I'm pretty sure I raked in Houston, too, so I got that on them.
You can't say these things to me because now I have to go look into that.
Jake knows this about me.
This is what the Houston fans don't understand.
I like research.
I'm kind of nervous now that I said that.
You're nervous about this one?
Because you said it about Yankee Stadium.
But you were correct.
At minute made, 271 batting average, 741 OPS.
That's not great.
Okay.
You were plufin.
I had some homers there.
Career 707 OPS versus the Astros.
Okay, so I'm sorry.
So never mind.
Houston fans got that on me.
If you want to talk shit.
Damn.
Damn.
No, they're going to send that at you all day.
Your best stadium was Colorado.
No.
Chicago.
Cubs put on a show.
I played one game with the Cubs.
Against the Cubs, I guess.
Not at.
Against the Cubs.
Yeah, yeah.
And that's wrong anyway, because you were the best against the Padres.
Congrats.
That's all.
I need to look up with some of these stats.
Yeah.
Bruce,
I know this.
Bruce Chen was my guy.
Like, if I have to, like, go.
Ooh.
He was my guy.
So.
All right.
Well,
we'll end this.
And then I'm going to look up your stats versus Bruce Chen.
Thanks for joining us.
Ploof will be on.
He's going to become a regular.
It's going to be a lot of fun.
We're going to have a, we're going to line some things up, figure out what we want to do.
But say hi to Plouf and don't say bye yet.
but thanks for coming on.
Jake, give us that ending.
You always give us.
I just ploofed my pants.
That's terrible.
That's bad.
And there you have it.
The ploofster of full hour covered everything.
He did not answer Jake's steroid question.
But, I mean, seems like a pretty open book.
Good guy.
We're a fan.
No, I said we're saving that for next time.

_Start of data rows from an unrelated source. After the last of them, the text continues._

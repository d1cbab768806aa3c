"""CAN and CAN FD: the bit timing built from the input clock, with the bus's own tolerance.

Bit rate = input_clock / (prescaler × quanta), quanta = SYNC (1) + PROP + PHASE1 + PHASE2 time
quanta; the sample point sits after PHASE1: (1 + PROP + PHASE1) / quanta. The search picks the
quanta count (one :class:`Option` each) and the prescaler; for every quanta count this module
builds the segment split closest to the wanted sample point and the largest oscillator
tolerance that split allows.

Sources:

* Segment limits of classical CAN (PROP 1–8, PHASE1 1–8, PHASE2 from the information
  processing time of at most 2 tq up to 8, SJW ≤ min(4, PHASE1), 8–25 tq per bit, at most
  1 Mbit/s): CAN Specification 2.0 Part B, bit-timing requirements (section number from
  memory), as restated by microcontroller CAN chapters and by F. Hartwich and A.
  Bassemir, *The Configuration of the CAN Bit Timing*, 6th International CAN Conference,
  Turin, 1999. We read "PHASE2 = max(PHASE1, IPT)" as PHASE2 ≥ IPT, as the CiA DS-102
  table below does (PHASE2 = 2 with PROP + PHASE1 = 13). SJW ≤ min(PHASE1, PHASE2) is also
  stated in microcontroller CAN chapters.
* Oscillator tolerance (each node's deviation from nominal, two nodes at opposite ends
  already accounted for), both conditions must hold:
  I  df ≤ min(PHASE1, PHASE2) / (2 · (13 · quanta − PHASE2)),
  II df ≤ SJW / (20 · quanta).
  Source: Hartwich and Bassemir (above), the section on the oscillator tolerance range,
  and ISO 11898-1 (clause not given here); restated in microcontroller CAN reference
  manuals. CAN Specification 2.0 Part B §9 "Oscillator Tolerance" states only the result
  for the most tolerant timing, "a maximum oscillator tolerance of 1.58 %", and the rule of
  thumb that it allows a ceramic resonator at bus speeds up to 125 kbit/s.
* Default sample point: CiA DS-102 v2.0 recommendation (75 % at 1 Mbit/s, 80 % at
  800 kbit/s, 87.5 % at 500 kbit/s and below); a rate between two table rows takes the row of
  the next higher rate (our reading). The ± 2.5 percentage-point window around it is our
  own default: it lets the search trade a little position for a more exact bit rate or a
  wider tolerance.
* CAN FD data phase: condition III df ≤ SJW_D / (20 · data quanta), the analogue of II for
  the data bit time (ISO 11898-1:2015; from memory). The data bit time may not be longer
  than the nominal one (ISO 11898-1:2015; from memory, clause not confirmed). Not applied:
  ISO 11898-1:2015's two further conditions that mix the nominal and the data bit times
  (from memory, they cover the switch from the data phase back to nominal bit timing); we
  could not confirm their form from a published source. Nor do we hold both phases to one
  prescaler (CiA's generic-setting advice); narrow ``data_prescaler`` and ``prescaler`` to
  do so. Data-phase defaults (sample point 75 %, window ± 5 points, i.e. 70–80 %) are
  common practice, no source; the CAN FD segment ranges are typical controller ranges,
  from memory: set them from your controller's description.
"""

from __future__ import annotations

import bisect
from collections.abc import Callable, Sequence
from dataclasses import dataclass
from fractions import Fraction

from clockplan._fields import Fields
from clockplan.peripherals.base import (
    Divisors,
    Option,
    Options,
    Peripheral,
    ToleranceRate,
    largest,
    times,
)
from clockplan.peripherals.common import read_clock
from clockplan.quantities import (
    QuantityError,
    format_hz,
    format_relative,
    parse_frequency,
    parse_integer_choices,
    parse_relative,
)

__all__ = [
    "KINDS",
    "BitTiming",
    "SegmentLimits",
    "condition_one",
    "condition_two",
    "nominal_tolerance",
    "data_tolerance",
    "recommended_sample_point",
    "best_split",
    "phase1_fits",
    "timing_options",
    "read",
]

KINDS = ("can", "can-fd")

CLASSICAL_MAX_BITRATE = Fraction(1_000_000)
"""Classical CAN runs at most 1 Mbit/s (CAN 2.0; also the nominal phase of CAN FD)."""
NOMINAL_WINDOW = Fraction(25, 1000)
"""The nominal sample point may sit ± 2.5 percentage points from the wanted one (our default)."""
DATA_SAMPLE_POINT = Fraction(75, 100)
"""Default data-phase sample point, 75 %: common practice, no source."""
DATA_WINDOW = Fraction(5, 100)
"""The data-phase sample point may sit ± 5 points from it, 70–80 % (our default)."""


@dataclass(frozen=True)
class SegmentLimits:
    """What a controller can hold: allowed segment lengths in time quanta, and the largest SJW."""

    propagation: Divisors
    phase1: Divisors
    phase2: Divisors
    sjw: int


CLASSICAL_LIMITS = SegmentLimits(range(1, 9), range(1, 9), range(2, 9), 4)
"""CAN 2.0 Part B: PROP 1–8, PHASE1 1–8, PHASE2 from IPT (2 tq) to 8, SJW at most 4."""
FD_NOMINAL_LIMITS = SegmentLimits(range(1, 33), range(1, 33), range(2, 33), 32)
"""Typical CAN FD controller, nominal phase (from memory; override from the controller)."""
FD_DATA_LIMITS = SegmentLimits(range(0, 17), range(1, 17), range(1, 17), 16)
"""Typical CAN FD controller, data phase (from memory; override from the controller)."""


@dataclass(frozen=True)
class BitTiming:
    """One bit time: its quanta and how they split around the sample point."""

    quanta: int
    propagation: int
    phase1: int
    phase2: int
    sjw: int

    @property
    def sample_point(self) -> Fraction:
        """Where the bit is sampled, as a share of the bit time."""
        return Fraction(1 + self.propagation + self.phase1, self.quanta)

    def label(self) -> str:
        """ "16 tq, sample point 87.5 %, SJW 1": the timing in a few words."""
        point = f"{float(self.sample_point) * 100:.4g} %"
        return f"{self.quanta} tq, sample point {point}, SJW {self.sjw}"

    def settings(self) -> tuple[tuple[str, int], ...]:
        """The fixed register-level values of this timing."""
        return (
            ("quanta", self.quanta),
            ("propagation", self.propagation),
            ("phase1", self.phase1),
            ("phase2", self.phase2),
            ("sjw", self.sjw),
        )


def condition_one(timing: BitTiming) -> Fraction:
    """Condition I: the phase buffers must absorb 13 bit times of drift (error/overload flags)."""
    shortest = min(timing.phase1, timing.phase2)
    return Fraction(shortest, 2 * (13 * timing.quanta - timing.phase2))


def condition_two(timing: BitTiming) -> Fraction:
    """Condition II: one SJW must absorb 10 bit times of drift between resynchronisations."""
    return Fraction(timing.sjw, 20 * timing.quanta)


def nominal_tolerance(timing: BitTiming) -> Fraction:
    """Largest oscillator deviation a nominal (classical) bit timing allows: min(I, II)."""
    return min(condition_one(timing), condition_two(timing))


def data_tolerance(timing: BitTiming) -> Fraction:
    """CAN FD data phase, condition III: SJW_D / (20 · data quanta) (from memory)."""
    return Fraction(timing.sjw, 20 * timing.quanta)


def recommended_sample_point(bitrate: Fraction) -> Fraction:
    """CiA DS-102: 75 % above 800 kbit/s, 80 % above 500 kbit/s, else 87.5 %."""
    if bitrate > 800_000:
        return Fraction(3, 4)
    if bitrate > 500_000:
        return Fraction(4, 5)
    return Fraction(7, 8)


def best_split(
    quanta: int,
    sample_point: Fraction,
    window: Fraction,
    limits: SegmentLimits,
    tolerance: Callable[[BitTiming], Fraction],
    *,
    fits: Sequence[Sequence[int]] | None = None,
) -> BitTiming | None:
    """The split of ``quanta`` closest to ``sample_point`` (within ``window``), else None.

    PHASE1 is the shortest length ≥ PHASE2 that leaves PROP inside its limits (the tolerance
    depends only on min(PHASE1, PHASE2), so the rest goes to the propagation segment); SJW is
    the largest allowed, min(limit, PHASE1, PHASE2). Ties go to the larger tolerance.
    ``fits`` is :func:`phase1_fits` of ``limits``, when the caller already has it.
    """
    if fits is None or len(fits) < quanta:
        fits = phase1_fits(limits, quanta)
    best: tuple[tuple[Fraction, Fraction, int], BitTiming] | None = None
    for phase2 in limits.phase2:
        if phase2 > quanta - 2:  # SYNC and PHASE1 need a quantum each
            continue
        distance = abs(Fraction(quanta - phase2, quanta) - sample_point)  # the sample point
        if distance > window:
            continue
        rest = quanta - 1 - phase2
        phase1 = _phase1_for(fits[rest], phase2)
        if phase1 is None:
            continue
        sjw = min(limits.sjw, phase1, phase2)
        if sjw < 1:
            continue
        timing = BitTiming(quanta, rest - phase1, phase1, phase2, sjw)
        key = (distance, -tolerance(timing), phase2)
        if best is None or key < best[0]:
            best = (key, timing)
    return best[1] if best else None


def phase1_fits(limits: SegmentLimits, quanta: int) -> tuple[tuple[int, ...], ...]:
    """For each ``rest`` below ``quanta``, the PHASE1 lengths that leave PROP = rest − PHASE1
    inside its limits, ascending: computed once, so a split is a look-up, not a search."""
    allowed = frozenset(limits.propagation)
    phase1 = sorted(value for value in limits.phase1 if value < quanta)
    return tuple(
        tuple(value for value in phase1 if value <= rest and rest - value in allowed)
        for rest in range(quanta)
    )


def _phase1_for(fits: Sequence[int], phase2: int) -> int | None:
    """The shortest fitting PHASE1 at least PHASE2 long, else the longest shorter one."""
    if not fits:
        return None
    index = bisect.bisect_left(fits, phase2)
    return fits[index] if index < len(fits) else fits[-1]


def timing_options(
    quanta: Divisors,
    prescaler: Divisors,
    sample_point: Fraction,
    window: Fraction,
    limits: SegmentLimits,
    tolerance: Callable[[BitTiming], Fraction],
    allowance: Fraction | None = None,
) -> tuple[Option, ...]:
    """One option per quanta count that has a split inside the window.

    The divisor is prescaler × quanta; the allowance is the timing's own tolerance unless
    ``allowance`` (the scenario's override) is given.
    """
    options = []
    fits = phase1_fits(limits, largest(quanta) + 1)
    for count in quanta:
        timing = best_split(count, sample_point, window, limits, tolerance, fits=fits)
        if timing is None:
            continue
        options.append(
            Option(
                divisors=times(prescaler, count),
                allowance=allowance if allowance is not None else tolerance(timing),
                label=timing.label(),
                factor=count,
                settings=timing.settings(),
            )
        )
    return tuple(options)


def _bit_rate(value: object) -> Fraction:
    return parse_frequency(value, bare_unit="Hz")


def _share(value: object) -> Fraction:
    share = parse_relative(value)
    if not 0 < share < 1:
        raise QuantityError(f"{value!r} is not a share of the bit time between 0 and 100 %")
    return share


@dataclass(frozen=True)
class _Phase:
    """The keys of one bit-time phase, read from the table (prefix "" or "data_")."""

    bitrate: Fraction
    prescaler: Divisors
    quanta: Divisors
    sample_point: Fraction
    window: Fraction
    limits: SegmentLimits
    allowance: Fraction | None
    basis: str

And yeah, it was just really big of Trevor to admit
that everyone in Major League Base
baseball thinks he has a hot wife.
Like, I'm glad he could come on here and really just be open with us on that.
It was nice of him.
You know, I mean, some guys would take that to their grave.
Yeah.
Like, you should hear, when I was in high school, man, the compliments I would get about my group of friends,
Jimmy hangs out with the coolest people.
And I was always too embarrassed to let others know.
Yeah, I don't know what that was.
I thought you were about to make a joke about your sister being hot
because that was your go-to in high school.
What?
But yeah, Trevor Ploof's a friend,
and he's going to be doing a lot more stuff with us,
and we're excited for that.
Yeah.
And now we're done with the episode.